§ Records shown
□ □ □ □ □ □ □

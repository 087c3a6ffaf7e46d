import { useUnits } from '#client/lib/units.ts';
import type { MaterialDto } from '#shared/schemas/material.ts';
import { FIGURES } from './columns.tsx';
import { MaterialMenu, type MaterialActions } from './material-menu.tsx';
import { MaterialNotes, UsedBy } from './materials-table.tsx';
import { Swatch } from './swatch.tsx';

/** The same rows for a narrow screen: name and known figures, the rest one press away. */
export function MaterialCards({
  materials,
  ...actions
}: MaterialActions & { materials: readonly MaterialDto[] }) {
  const units = useUnits();
  return (
    <ul className="border-t border-strong-rule">
      {materials.map((row) => (
        <li key={row.id} className="border-b border-rule py-2.5">
          <div className="flex items-center gap-3">
            <Swatch material={row} />
            <h2 className="min-w-0 flex-1 font-semibold">
              {row.name}
              {!row.shared && <span className="ml-1.5 text-note font-normal text-graphite">your own</span>}
            </h2>
            <MaterialMenu row={row} {...actions} />
          </div>
          <dl className="mt-1 flex flex-wrap gap-x-4 gap-y-1 items-baseline text-note">
            {FIGURES.map(({ id, label, quantity }) => {
              const value = row[id];
              return value === null ? null : (
                <div key={id} className="flex gap-1.5">
                  <dt className="text-graphite">{label}</dt>
                  <dd>{units.format(value, quantity)}</dd>
                </div>
              );
            })}
            <div className="flex items-baseline gap-1.5">
              <dt className="text-graphite">Used by</dt>
              <dd>
                <UsedBy row={row} {...actions} />
              </dd>
            </div>
          </dl>
          <details>
            <summary className="opens text-note">{capital(row.basis)}</summary>
            <MaterialNotes row={row} />
          </details>
        </li>
      ))}
    </ul>
  );
}

function capital(text: string): string {
  return text.charAt(0).toUpperCase() + text.slice(1);
}
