import type { MaterialCategory } from '#shared/core/plan.ts';
import type { MaterialDto } from '#shared/schemas/material.ts';
import { categoryWord } from './words.ts';

export type CategoryChoice = MaterialCategory | 'all' | 'own';

/** Rows of the chosen category in which every word sought stands somewhere. */
export function filterMaterials(
  materials: readonly MaterialDto[],
  search: string,
  choice: CategoryChoice,
): MaterialDto[] {
  const words = plain(search).split(/\s+/).filter(Boolean);
  return materials.filter((row) => {
    if (!isOf(row, choice)) return false;
    const text = plain([row.name, categoryWord(row.category), row.form, row.source, row.basis].join(' '));
    return words.every((word) => text.includes(word));
  });
}

/** How many rows each choice holds. */
export function countMaterials(materials: readonly MaterialDto[], choice: CategoryChoice): number {
  return materials.filter((row) => isOf(row, choice)).length;
}

function isOf(row: MaterialDto, choice: CategoryChoice): boolean {
  if (choice === 'all') return true;
  return choice === 'own' ? !row.shared : row.category === choice;
}

function plain(text: string): string {
  return text.normalize('NFKD').replace(/\p{M}/gu, '').toLowerCase();
}
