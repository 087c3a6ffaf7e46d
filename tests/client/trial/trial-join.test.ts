import fc from 'fast-check';
import { describe, expect, it } from 'vitest';
import { joinTrials } from '#client/features/trial/trial-join.ts';
import type { TrialsInput } from '#shared/schemas/trials.ts';

const wood = (density: number) => ({
  key: `w${density}`,
  material: { name: `W ${density}`, category: 'wood' as const, density, cv: 0.1 },
});
const list = (
  trials: Record<string, Record<string, number>>,
  minimumMass: number | null = null,
): TrialsInput => ({
  trials: Object.entries(trials).map(([name, woods]) => ({
    name,
    materials: Object.fromEntries(Object.entries(woods).map(([key, density]) => [key, wood(density)])),
  })),
  terms: { arm: null, minimumMass },
});

const lists = fc
  .dictionary(
    fc.constantFrom('Light', 'Hard', 'Odd'),
    fc.dictionary(fc.constantFrom('ribs', 'spars', 'wing/top'), fc.constantFrom(100, 150, 200), {
      noNullPrototype: true,
    }),
    { noNullPrototype: true },
  )
  .map((trials) => list(trials));

describe('two lists of trials that were one', () => {
  const base = list({ Light: { ribs: 100 }, Hard: { spars: 200 } });

  it('keep what each side added, changed and deleted', () => {
    const mine = list({ Light: { ribs: 100, spars: 150 }, Hard: { spars: 200 }, Mine: { ribs: 90 } }, 300);
    const theirs = list({ Light: { ribs: 110 }, Theirs: { ribs: 80 } });
    expect(joinTrials(base, mine, theirs)).toEqual(
      list({ Light: { ribs: 110, spars: 150 }, Theirs: { ribs: 80 }, Mine: { ribs: 90 } }, 300),
    );
  });

  it('keep both trials where both chose another wood for the same, mine under another name', () => {
    expect(
      joinTrials(base, list({ Light: { ribs: 90 } }), list({ Light: { ribs: 120 }, Hard: { spars: 200 } })),
    ).toEqual(list({ Light: { ribs: 120 }, 'Light, 2': { ribs: 90 } }));
  });

  it('keep a trial that one deleted and the other changed', () => {
    const mine = list({ Light: { ribs: 100 } });
    const theirs = list({ Light: { ribs: 100 }, Hard: { spars: 210 } });
    expect(joinTrials(base, mine, theirs)).toEqual(theirs);
    expect(joinTrials(base, theirs, mine)).toEqual(theirs);
  });

  it('take my order where only I changed it', () => {
    const mine = list({ Hard: { spars: 200 }, Light: { ribs: 100 } });
    expect(joinTrials(base, mine, list({ Light: { ribs: 110 }, Hard: { spars: 200 } }))).toEqual(
      list({ Hard: { spars: 200 }, Light: { ribs: 110 } }),
    );
  });

  it('are theirs where I changed nothing, mine where they changed nothing, and never two of a name', () => {
    fc.assert(
      fc.property(lists, lists, lists, (from, mine, theirs) => {
        expect(joinTrials(from, from, theirs)).toEqual(theirs);
        expect(joinTrials(from, mine, from)).toEqual(mine);
        const names = joinTrials(from, mine, theirs).trials.map(({ name }) => name);
        expect(new Set(names).size).toBe(names.length);
      }),
    );
  });

  it('lose no wood that either side chose anew', () => {
    fc.assert(
      fc.property(lists, lists, lists, (from, mine, theirs) => {
        const joined = JSON.stringify(joinTrials(from, mine, theirs));
        for (const side of [mine, theirs]) {
          for (const { name, materials } of side.trials) {
            const before = from.trials.find((trial) => trial.name === name)?.materials ?? {};
            for (const [key, chosen] of Object.entries(materials)) {
              if (before[key]?.key !== chosen.key)
                expect(joined).toContain(`"${key}":${JSON.stringify(chosen)}`);
            }
          }
        }
      }),
    );
  });
});
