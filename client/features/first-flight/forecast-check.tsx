import { Notice } from '#client/components/ui/notice.tsx';
import { useUnits } from '#client/lib/units.ts';
import {
  compareWithForecast,
  likelyCauses,
  type Comparison,
  type LikelyCause,
} from '#shared/core/field/compare-forecast.ts';
import type { FieldFigures } from '#shared/core/field/field-account.ts';
import type { Plan } from '#shared/core/plan.ts';
import { formatNumber } from '#shared/format/numbers.ts';
import type { Units } from '#shared/format/units.ts';
import type { FirstFlightInput } from '#shared/schemas/first-flight.ts';
import type { Forecast } from './use-flight.ts';

interface ForecastCheckProps {
  measured: FieldFigures;
  method: FirstFlightInput['method'];
  forecast: Forecast;
  plan: Plan;
}

/** Whether the scales and the forecast can both be right; where not, what may be wrong. */
export function ForecastCheck({ measured, method, forecast, plan }: ForecastCheckProps) {
  const units = useUnits();
  const mass = compareWithForecast({ value: measured.mass, u: measured.u }, forecast.mass);
  const x = forecast.x && compareWithForecast({ value: measured.x, u: measured.ux }, forecast.x);
  const questioned = mass.verdict === 'questioned' || x?.verdict === 'questioned';
  const words = [
    `Mass ${figure(measured.mass, mass, 'mass', units)}`,
    ...(x ? [`balance ${figure(measured.x, x, 'length', units)}`] : []),
  ].join('; ');
  if (!questioned) {
    return (
      <p className="mt-3">
        <strong className="font-semibold">Agrees with the forecast.</strong> {words}.
      </p>
    );
  }
  const causes =
    method.kind === 'supports' && forecast.x
      ? likelyCauses(
          method.supports,
          { mass: measured.u, x: measured.ux },
          { mass: forecast.mass, x: forecast.x, items: plan.items.filter((item) => item.mass > 0) },
        )
      : [];
  return (
    <div className="mt-3">
      <Notice tone="ochre" word="Look again:">
        scales and forecast can hardly both be right. {words}.
      </Notice>
      {causes.length > 0 && (
        <>
          <h3 className="mt-2 font-semibold">It would fit if</h3>
          <ul className="mt-1 list-disc pl-5">
            {causes.map((cause, i) => (
              <li key={i}>{causeWords(cause, method, plan, units)}</li>
            ))}
          </ul>
        </>
      )}
    </div>
  );
}

function figure(
  value: number,
  { difference, multiples }: Comparison,
  quantity: 'mass' | 'length',
  units: Units,
): string {
  const by = units.format(Math.abs(difference), quantity);
  const side = quantity === 'mass' ? (difference > 0 ? 'over' : 'under') : difference > 0 ? 'aft' : 'forward';
  const times = multiples === null ? '' : `, ${formatNumber(multiples, 1)} times the joint uncertainty`;
  return `${units.format(value, quantity)}, ${by} ${side}${times}`;
}

function causeWords(
  cause: LikelyCause,
  method: FirstFlightInput['method'],
  plan: Pick<Plan, 'items'>,
  units: Units,
): string {
  switch (cause.code) {
    case 'readings_swapped':
      return 'the two readings were typed the wrong way round';
    case 'tare_forgotten': {
      const name = method.kind === 'supports' ? method.supports[cause.support]?.name.toLowerCase() : '';
      return `the tare on the ${name} support was forgotten`;
    }
    case 'places_in_inches':
      return 'the places of the supports were read in inches';
    case 'item_missing':
      return `${plan.items.find(({ id }) => id === cause.id)?.name ?? 'an item'} was not aboard`;
    case 'item_extra':
      return `${units.format(cause.grams, 'mass')} more than drawn lay on the scales`;
    case 'datum_shifted':
      return `the places were measured from a point ${units.format(Math.abs(cause.by), 'length')} ${cause.by > 0 ? 'aft' : 'ahead'} of the datum`;
  }
}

□ □ □ □ □ □ □

§ Task statement
The lines holding the string "dictionary" in the listing above are what you should copy out.

§ Result
  .dictionary(
    fc.dictionary(fc.constantFrom('ribs', 'spars', 'wing/top'), fc.constantFrom(100, 150, 200), {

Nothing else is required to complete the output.